**What needs to be done:** Exactly the lines from the top of the records below through the one containing "readonly out?: string;" must be set down, with no line added or dropped.

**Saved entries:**
_____
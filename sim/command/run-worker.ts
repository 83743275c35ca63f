/**
 * A worker of the pool: runs whole replicates and writes their parts.
 */
import { workerData } from 'piscina';
import { InputError, type Problem, RunError } from '../../network/errors.js';
import type { Facts } from '../results/facts.js';
import { folderStore } from '../results/folder.js';
import { runReplicate } from '../results/run-replicate.js';
import type { Prepared } from '../study/replicate.js';

/** Set once a worker. */
export interface WorkerSetup {
  readonly prepared: Prepared;
  readonly facts: Facts;
  readonly folder: string;
  /** One counter, shared by all workers: generations of an arm simulated so far. */
  readonly done: Int32Array;
}

/** How a replicate ended. Errors of ours travel as data: classes do not survive the way between threads. */
export type Outcome =
  | { readonly ok: true; readonly replicate: number }
  | { readonly ok: false; readonly replicate: number; readonly problems: readonly Problem[] }
  | { readonly ok: false; readonly replicate: number; readonly failed: string };

export default function runOne(replicate: number): Outcome {
  const { prepared, facts, folder, done } = workerData as WorkerSetup;
  try {
    runReplicate(prepared, facts, folderStore(folder), replicate, () => Atomics.add(done, 0, 1));
    return { ok: true, replicate };
  } catch (error) {
    if (error instanceof InputError) return { ok: false, replicate, problems: error.problems };
    if (error instanceof RunError) return { ok: false, replicate, failed: error.message };
    throw error;
  }
}
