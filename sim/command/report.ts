/**
 * `report`: writes the report of a results folder anew.
 */
import { renameSync, writeFileSync } from 'node:fs';
import { join } from 'node:path';
import type { Command } from 'commander';
import { addFiles } from '../results/folder.js';
import { openResults } from '../results/open.js';
import { reportHtml } from '../results/report/report.js';

/** Name of the report in its folder. */
export const REPORT = 'report.html';

interface Options {
  readonly out?: string;
  readonly json?: true;
}

export function reportCommand(program: Command): void {
  program
    .command('report')
    .argument('<folder>', 'results folder of a run')
    .option('--out <file>', 'where to write it (default: report.html in the folder)')
    .option('--json', 'machine-readable result on standard output')
    .summary('write the report of a results folder: one page to read, print or send')
    .description(
      'Writes one self-contained page: the question, the answer, figures, tables, the model, cautions, how to run it\n' +
        'again and cite it. A run writes it by itself; this makes it anew, after regressions for instance.',
    )
    .addHelpText('after', '\nExample:\n  rungsight report results/villages-apart')
    .action(async (folder: string, options: Options) => {
      const file = options.out ?? join(folder, REPORT);
      const html = await reportHtml(await openResults(folder));
      if (options.out === undefined) addFiles(folder, { [REPORT]: html });
      else {
        // under another name first, so that a kill leaves no half file
        writeFileSync(`${file}.writing`, html);
        renameSync(`${file}.writing`, file);
      }
      const bytes = Buffer.byteLength(html);
      if (options.json) console.log(JSON.stringify({ file, bytes }, null, 2));
      else console.log(`${file} (${Math.ceil(bytes / 1024)} KB): open it in a browser, print it or send it.`);
    });
}
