/**
 * What was found, section by section: a sentence in plain words, then the figure it comes from.
 *
 * A section is null when the study has nothing for it. Figures are at most 440 units wide, so that their text can be read
 * on a telephone; wide pages set two or three side by side.
 */
import { drawnSameGroupShare, tiedSameGroupShare } from '../../../network/arrange/drawn-share.js';
import { toPairs } from '../../../network/graph.js';
import { quantileOfSorted } from '../../measure/quantile.js';
import { type ContrastRow, contrastRow } from '../contrasts.js';
import { densitiesFigure } from '../figures/densities.js';
import { fieldFigure } from '../figures/field.js';
import { safe } from '../figures/figure.js';
import { type Interval, intervalsFigure, intervalsHeight } from '../figures/intervals.js';
import { lifelinesFigure, type PocketMoment } from '../figures/lifelines.js';
import { linesFigure, type Series } from '../figures/lines.js';
import { networkFigure, tiesDefinition } from '../figures/network.js';
import { type Transition, transitionsFigure } from '../figures/transitions.js';
import type { ArmShown, Evidence, Moment } from './evidence.js';
import { MAP_LIMIT } from './evidence.js';
import { count, fixed, grouped, list, num, p, pct, plate, pValue, sentence, table } from './words.js';

/** A section of the report. */
export interface Section {
  readonly id: string;
  readonly title: string;
  readonly html: string;
}

const WIDE = 420;
/** Most ties and marks drawn over all networks together: keeps the page within what can be sent by mail. */
const TIES_DRAWN = 24_000;
const MARKS_DRAWN = 36_000;
/** Households marked on a ladder: more would cover each other. */
const LADDER_MARKS = 900;

/** Sections with figures, in order. */
export function findings(e: Evidence): Section[] {
  return [frustration(e), wealth(e), growth(e), mobility(e), networks(e), pockets(e), regimes(e)].filter(
    (section) => section !== null,
  );
}

function quoted(name: string): string {
  return `‘${name}’`;
}

/** Mean of an indicator by generation with the middle 80 % of replicates. */
function seriesOf(e: Evidence, indicator: string, from: number, to: number): Series[] {
  const { cube } = e;
  return cube.arms.map((name, a) => {
    const x = Array.from({ length: to - from + 1 }, (_, k) => from + k);
    const at = (t: number, q: number): number => {
      const values = cube
        .over(indicator, a, t)
        .filter((v) => !Number.isNaN(v))
        .sort();
      return values.length < 2 ? NaN : quantileOfSorted(values, q);
    };
    return {
      name,
      x,
      y: x.map((t) => cube.mean(indicator, a, t)),
      low: x.map((t) => at(t, 0.1)),
      high: x.map((t) => at(t, 0.9)),
    };
  });
}

function has(e: Evidence, indicator: string): boolean {
  const { cube } = e;
  if (!cube.has(indicator)) return false;
  return cube.arms.some((_, a) =>
    Array.from({ length: cube.generations }, (_g, t) => cube.mean(indicator, a, t)).some((v) => !Number.isNaN(v)),
  );
}

function bandWords(e: Evidence): string {
  return e.cube.replicates > 1
    ? ` Line: mean over ${count(e.cube.replicates, 'replicate')}; band: the middle 80 % of them.`
    : ' One replicate.';
}

function ticks(last: number): number[] {
  const step = Math.max(1, Math.ceil((last + 1) / 11));
  return Array.from({ length: Math.floor(last / step) + 1 }, (_, k) => k * step);
}

/** The least round number of tenths at or above a share. */
function roof(series: readonly Series[]): number {
  const top = Math.max(
    0.1,
    ...series.flatMap((s) => [...Array.from(s.y), ...Array.from(s.high ?? [])]).filter(Number.isFinite),
  );
  return Math.min(1, Math.ceil(top * 10) / 10);
}

/** Contrasts of the other arms with the first, a row a generation. */
function contrastsOf(e: Evidence, a: number, indicator: string, last: number): ContrastRow[] {
  return Array.from({ length: last + 1 }, (_, t) => contrastRow(e.cube, a, 0, indicator, t)).filter(
    (row) => row !== null,
  );
}
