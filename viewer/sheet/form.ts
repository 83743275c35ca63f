/**
 * The form: every setting of the study schema as a control with its sentence, usual range and problems.
 *
 * Templates over a draft; an edit is handed on as a function of the YAML text, so that the text stays the only
 * place where the study lives. Knows the kinds of field, not the study's particulars: those are in words.ts and
 * rules.ts.
 */
import { html, nothing, type TemplateResult } from 'lit-html';
import { live } from 'lit-html/directives/live.js';
import { pathText } from '../../sim/study/problems.js';
import { type Draft, draftValue, type Fault } from './draft.js';
import { insertItem, type KeyOrder, type Path, removeValue, setValue, type Value } from './edit.js';
import {
  type ChoiceField,
  type Field,
  fieldAt,
  type GroupField,
  type ListField,
  rangeWords,
  type UnionField,
  variantAt,
} from './fields.js';
import { begun, belongs, follow, turn } from './rules.js';
import { alternative, choiceWord, ENTRY, LEFT_OUT } from './words.js';

export interface FormContext {
  readonly draft: Draft;
  readonly root: GroupField;
  readonly faults: readonly Fault[];
  /** Control the reader is typing in, whose text is left as typed while it means the same. */
  readonly active: Element | null;
  /** Setting marked from the text's side. */
  readonly at: Path | null;
  /** Names of the files at hand, to choose from. */
  readonly files: readonly string[];
  readonly order: KeyOrder;
  /** Changes the text. `then` names the setting the keyboard goes to. */
  edit(change: (text: string) => string, then?: Path): void;
  /** Words a text may take because something else of the study names them (other arms, columns of a file), or null. */
  words(path: Path): readonly string[] | null;
  /** A switch of the spread of wealth, or null where there is none: its label and its edit. */
  other(path: Path): { readonly label: string; edit(text: string): string } | null;
}

/** Identifier of a setting's control. */
export function controlId(path: Path): string {
  return `set-${path.join('-')}`;
}
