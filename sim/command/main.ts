#!/usr/bin/env node
/**
 * The command line: names the commands, turns what goes wrong into a sentence and an exit status.
 *
 * Exit status 0 done, 1 the work failed, 2 the request was wrong (usage, study file, data). The commands are one
 * file each; this is the only place that ends the process.
 */
import { Command, CommanderError } from 'commander';
import { describe, InputError, RunError } from '../../network/errors.js';
import { VERSION } from '../version.js';
import { checkCommand } from './check.js';
import { estimateCommand } from './estimate.js';
import { networkCommand } from './network.js';
import { presetsCommand } from './presets.js';
import { reportCommand } from './report.js';
import { runCommand } from './run.js';
import { viewCommand } from './view.js';

const program = new Command('rungsight')
  .description(
    'Compares segregated and mixed social networks on the same households and the same luck:\n' +
      'who is frustrated, where pockets of frustration form, and how sure that is.',
  )
  .version(VERSION, '--version', 'print the version')
  .helpOption('--help', 'show help')
  .configureHelp({ showGlobalOptions: false })
  .configureOutput({ outputError: (text, write) => write(`${usageProblem(text)}\n`) })
  .exitOverride();

for (const register of [
  runCommand,
  checkCommand,
  presetsCommand,
  viewCommand,
  reportCommand,
  estimateCommand,
  networkCommand,
]) {
  register(program);
}
for (const command of program.commands) leaveExitsToMain(command);

try {
  await program.parseAsync();
} catch (error) {
  process.exitCode = report(error);
}

function leaveExitsToMain(command: Command): void {
  command.exitOverride().helpOption('--help', 'show help').copyInheritedSettings(program);
  for (const inner of command.commands) leaveExitsToMain(inner);
}

/** A usage error of the parser in the form of ours: `where: what is wrong; what to do`. */
function usageProblem(text: string): string {
  const [first, second] = text.trim().split('\n');
  const words = process.argv.slice(2).filter((word) => !word.startsWith('-'));
  const command = program.commands.find((one) => one.name() === words[0])?.name();
  const where = command === undefined ? 'rungsight' : `rungsight ${command}`;
  const guess = /\(Did you mean (.*)\?\)/.exec(second ?? '')?.[1];
  const remedy = guess === undefined ? `see '${where} --help'` : `did you mean ${guess}? ('${where} --help')`;
  return `${where}: ${(first ?? '').replace(/^error: /, '')}; ${remedy}`;
}

/** Says what went wrong on standard error and gives the exit status. */
function report(error: unknown): number {
  const json = process.argv.includes('--json');
  if (error instanceof CommanderError) {
    // help and version end here too, with status 0
    return error.exitCode === 0 ? 0 : 2;
  }
  if (error instanceof InputError) {
    if (json) console.log(JSON.stringify({ errors: error.problems }, null, 2));
    for (const problem of error.problems) console.error(describe(problem));
    return 2;
  }
  if (error instanceof RunError) {
    if (json) console.log(JSON.stringify({ errors: [{ problem: error.message }] }, null, 2));
    console.error(error.message);
    return 1;
  }
  console.error('rungsight: this is a fault of the program, not of your study; please report it with what follows');
  console.error(error instanceof Error ? (error.stack ?? error.message) : String(error));
  return 1;
}
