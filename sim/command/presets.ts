/**
 * The built-in studies: lists them, or writes one out to edit.
 */
import { copyFileSync, existsSync, readdirSync, readFileSync } from 'node:fs';
import { basename, dirname, join, resolve } from 'node:path';
import { fileURLToPath } from 'node:url';
import type { Command } from 'commander';
import { InputError, nearest, type Problem } from '../../network/errors.js';
import { parseStudy } from '../study/parse.js';

/** A built-in study. */
export interface Preset {
  readonly name: string;
  readonly file: string;
  readonly title: string;
  /** The first comment line of the file: what it shows. */
  readonly shows: string;
}

/** Folder of the built-in studies: beside dist/ in the package, at the top of a checkout. */
export const PRESETS = fileURLToPath(new URL('../../../presets', import.meta.url));

/** Every built-in study, the default first. */
export function presets(): Preset[] {
  const names = readdirSync(PRESETS)
    .filter((file) => file.endsWith('.yaml'))
    .map((file) => basename(file, '.yaml'))
    .sort((a, b) => Number(b === DEFAULT) - Number(a === DEFAULT) || a.localeCompare(b, 'en'));
  return names.map((name) => {
    const file = join(PRESETS, `${name}.yaml`);
    const text = readFileSync(file, 'utf8');
    const shows = /^# ?(.*)$/m.exec(text)?.[1] ?? '';
    return { name, file, title: parseStudy(text, file).study.study, shows };
  });
}

const DEFAULT = 'villages-apart';

/** The file of a built-in study. @throws {InputError} when there is none of that name */
export function presetFile(name: string): string {
  const names = presets().map((preset) => preset.name);
  if (names.includes(name)) return join(PRESETS, `${name}.yaml`);
  const guess = nearest(name, names);
  throw new InputError({
    code: 'no-such-preset',
    place: name,
    problem: 'there is no built-in study of this name',
    remedy: guess === undefined ? `use one of ${names.join(', ')}` : `did you mean '${guess}'?`,
  });
}

export function presetsCommand(program: Command): void {
  program
    .command('presets')
    .argument('[name]', 'a built-in study to write out')
    .option('--out <folder>', 'folder to write to', '.')
    .option('--json', 'machine-readable result on standard output')
    .summary('list the built-in studies, or write one out to edit')
    .description('Lists the built-in studies, or writes one out, with the data files it names, to edit.')
    .addHelpText('after', '\nExample:\n  rungsight presets villages-apart\n  rungsight run villages-apart.yaml')
    .action((name: string | undefined, options: { out: string; json?: true }) => {
      if (name === undefined) list(options.json === true);
      else write(name, options.out, options.json === true);
    });
}

function list(json: boolean): void {
  const all = presets();
  if (json) {
    console.log(JSON.stringify({ presets: all.map(({ name, title, shows }) => ({ name, title, shows })) }, null, 2));
    return;
  }
  const width = Math.max(...all.map((preset) => preset.name.length));
  for (const preset of all)
    console.log(`${preset.name.padEnd(width)}  ${preset.title}\n${' '.repeat(width)}  ${preset.shows}\n`);
  console.log('Run one:       npx rungsight run NAME\nTo edit one:   npx rungsight presets NAME');
}

function write(name: string, out: string, json: boolean): void {
  const file = presetFile(name);
  const text = readFileSync(file, 'utf8');
  const { study } = parseStudy(text, file);
  const files = [basename(file), ...namedFiles(study)];
  if (!existsSync(out)) {
    throw new InputError({
      code: 'no-such-folder',
      place: out,
      problem: 'there is no such folder',
      remedy: 'make it first',
    });
  }
  const taken = files.filter((one) => existsSync(join(out, one)));
  if (taken.length > 0) {
    throw new InputError(
      taken.map(
        (one): Problem => ({
          code: 'file-exists',
          place: join(out, one),
          problem: 'this file exists and would be overwritten',
          remedy: 'move it away, or choose another folder with --out',
        }),
      ),
    );
  }
  for (const one of files) copyFileSync(join(dirname(file), one), join(out, one));
  const written = files.map((one) => resolve(out, one));
  if (json) console.log(JSON.stringify({ written }, null, 2));
  else
    console.log(
      `Wrote ${files.map((one) => join(out, one)).join(', ')}.\nNext: npx rungsight run ${join(out, files[0]!)}`,
    );
}

/** Data files a study names, relative to it. */
function namedFiles(study: ReturnType<typeof parseStudy>['study']): string[] {
  const files = new Set<string>();
  if (study.population.households_file !== undefined) files.add(study.population.households_file);
  if (study.population.wealth?.sample !== undefined) files.add(study.population.wealth.sample.file);
  for (const { network } of study.arms) {
    if ('kind' in network && network.kind === 'file') files.add(network.path);
    if ('kind' in network && network.kind === 'configuration' && network.degrees.kind === 'file') {
      files.add(network.degrees.path);
    }
  }
  return [...files];
}
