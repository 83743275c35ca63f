/**
 * `estimate`: regressions on the panel of a results folder, or on a plain table.
 */
import { existsSync, readFileSync, renameSync, statSync, writeFileSync } from 'node:fs';
import { basename, dirname, join } from 'node:path';
import type { Command } from 'commander';
import { InputError } from '../../network/errors.js';
import type { FrameSource } from '../estimate/frame.js';
import { drawsCsv, estimatesCsv, estimatesJson, summaryCsv } from '../estimate/output.js';
import { panelSource } from '../estimate/panel.js';
import { type Estimate, type Plan, parsePlan } from '../estimate/plan.js';
import { planText } from '../estimate/print.js';
import { type PlanResults, runEstimates } from '../estimate/run.js';
import { pythonScript } from '../estimate/script-python.js';
import { rScript } from '../estimate/script-r.js';
import { csvSource, parquetSource } from '../estimate/table.js';
import { folderSource, openResults } from '../results/open.js';

interface Options {
  readonly plan: string;
  readonly table?: string;
  readonly json?: true;
}

export function estimateCommand(program: Command): void {
  program
    .command('estimate')
    .argument('[folder]', 'results folder of a run')
    .requiredOption('--plan <file>', 'plan of regressions (YAML)')
    .option('--table <file>', 'a plain CSV or Parquet table instead of a results folder')
    .option('--json', 'machine-readable result on standard output')
    .summary('run regressions on the panel')
    .description(
      'Runs the regressions of a plan: least squares, logit or instruments, with absorbed effects and robust or\n' +
        'clustered errors, arm by arm and over replicates. In a results folder it writes estimates.csv,\n' +
        'estimates_summary.csv, estimates.json, and panel.R and panel.py that rerun them; on a table it only prints.',
    )
    .addHelpText(
      'after',
      '\nExamples:\n  rungsight estimate results/villages-apart --plan gap.yaml\n' +
        '  rungsight estimate --table survey.csv --plan gap.yaml --json\n\n' +
        'A plan:\n  estimates:\n    - name: Aspiration gap and growth\n      outcome: growth\n' +
        '      covariates: [log_wealth, aspiration_gap, {square: aspiration_gap}]\n' +
        '      effects: [place, generation]\n      cluster: [place]',
    )
    .action(async (folder: string | undefined, options: Options) => {
      const plan = readPlan(options.plan);
      if ((folder === undefined) === (options.table === undefined)) {
        throw new InputError({
          code: 'usage',
          place: 'estimate',
          problem: folder === undefined ? 'there is nothing to estimate from' : 'a folder and a table are both given',
          remedy: 'name a results folder, or a table by --table',
        });
      }
      const source = folder === undefined ? await tableSource(options.table as string) : await openFolder(folder);
      const results = await runEstimates(plan.estimates, source, plan.place, {
        seed: plan.seed,
        onProgress: progress(options.json === true),
      });
      const head = { source: source.place, plan: options.plan };
      if (folder !== undefined) writeEstimates(folder, plan.estimates, results, head);
      if (options.json) process.stdout.write(estimatesJson(results, head));
      else {
        console.log(planText(results));
        if (folder !== undefined)
          console.log(
            `\nWritten to ${folder}: estimates.csv, estimates_summary.csv, estimates.json; rerun them by panel.R or panel.py.`,
          );
      }
    });
}

function readPlan(file: string): Plan {
  if (!existsSync(file) || !statSync(file).isFile()) {
    throw new InputError({
      code: 'no-such-file',
      place: file,
      problem: 'there is no such plan',
      remedy: 'check the path',
    });
  }
  return parsePlan(readFileSync(file, 'utf8'), file);
}

async function openFolder(folder: string): Promise<FrameSource> {
  return panelSource(await openResults(folder), folder);
}

/** A table file: Parquet by its ending or its first bytes, else CSV. */
export async function tableSource(file: string): Promise<FrameSource> {
  const buffer = await folderSource(dirname(file)).open(basename(file));
  if (buffer === null) {
    throw new InputError({
      code: 'no-such-file',
      place: file,
      problem: 'there is no such table',
      remedy: 'check the path',
    });
  }
  const start = new TextDecoder().decode(await buffer.slice(0, 4));
  if (start === 'PAR1' || file.endsWith('.parquet')) return parquetSource(buffer, file);
  return csvSource(readFileSync(file, 'utf8'), file);
}

/** Writes the tables of a plan's results into its folder, and the scripts that rerun it. */
function writeEstimates(
  folder: string,
  estimates: readonly Estimate[],
  results: PlanResults,
  head: Readonly<Record<string, unknown>>,
): void {
  const draws = drawsCsv(results);
  const files: Record<string, string> = {
    'estimates.csv': estimatesCsv(results),
    'estimates_summary.csv': summaryCsv(results),
    'estimates.json': estimatesJson(results, head),
    'panel.py': pythonScript(estimates),
    'panel.R': rScript(estimates),
    ...(draws === undefined ? {} : { 'estimates_draws.csv': draws }),
  };
  for (const [name, text] of Object.entries(files)) {
    // under another name first, so that a kill leaves no half file
    const path = join(folder, name);
    writeFileSync(`${path}.writing`, text);
    renameSync(`${path}.writing`, path);
  }
}

/** One line of progress on a terminal; nothing elsewhere, the work being short. */
function progress(quiet: boolean): (done: number, total: number, name: string) => void {
  const out = process.stderr;
  if (quiet || !out.isTTY) return () => {};
  return (done, total, name) => {
    out.write(`\r\x1b[K${done < total ? `${done + 1} of ${total}  ${name}` : ''}`);
  };
}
_____
**Solution to the problem:**
filename sim/command/run-worker.ts
repository 83743275c35ca63f
/**
 * A worker of the pool: runs whole replicates and writes their parts.
 */
import { workerData } from 'piscina';
import { InputError, type Problem, RunError } from '../../network/errors.js';
import type { Facts } from '../results/facts.js';
import { folderStore } from '../results/folder.js';
import { runReplicate } from '../results/run-replicate.js';
import type { Prepared } from '../study/replicate.js';

/** Set once a worker. */
export interface WorkerSetup {
  readonly prepared: Prepared;
  readonly facts: Facts;
  readonly folder: string;
  /** One counter, shared by all workers: generations of an arm simulated so far. */
  readonly done: Int32Array;
}

/** How a replicate ended. Errors of ours travel as data: classes do not survive the way between threads. */
export type Outcome =
  | { readonly ok: true; readonly replicate: number }
  | { readonly ok: false; readonly replicate: number; readonly problems: readonly Problem[] }
  | { readonly ok: false; readonly replicate: number; readonly failed: string };

export default function runOne(replicate: number): Outcome {
  const { prepared, facts, folder, done } = workerData as WorkerSetup;
  try {
    runReplicate(prepared, facts, folderStore(folder), replicate, () => Atomics.add(done, 0, 1));
    return { ok: true, replicate };
  } catch (error) {
    if (error instanceof InputError) return { ok: false, replicate, problems: error.problems };
    if (error instanceof RunError) return { ok: false, replicate, failed: error.message };
    throw error;
  }
}
filename sim/command/report.ts
/**
 * `report`: writes the report of a results folder anew.
 */
import { renameSync, writeFileSync } from 'node:fs';
import { join } from 'node:path';
import type { Command } from 'commander';
import { addFiles } from '../results/folder.js';
import { openResults } from '../results/open.js';
import { reportHtml } from '../results/report/report.js';

/** Name of the report in its folder. */
export const REPORT = 'report.html';

interface Options {
  readonly out?: string;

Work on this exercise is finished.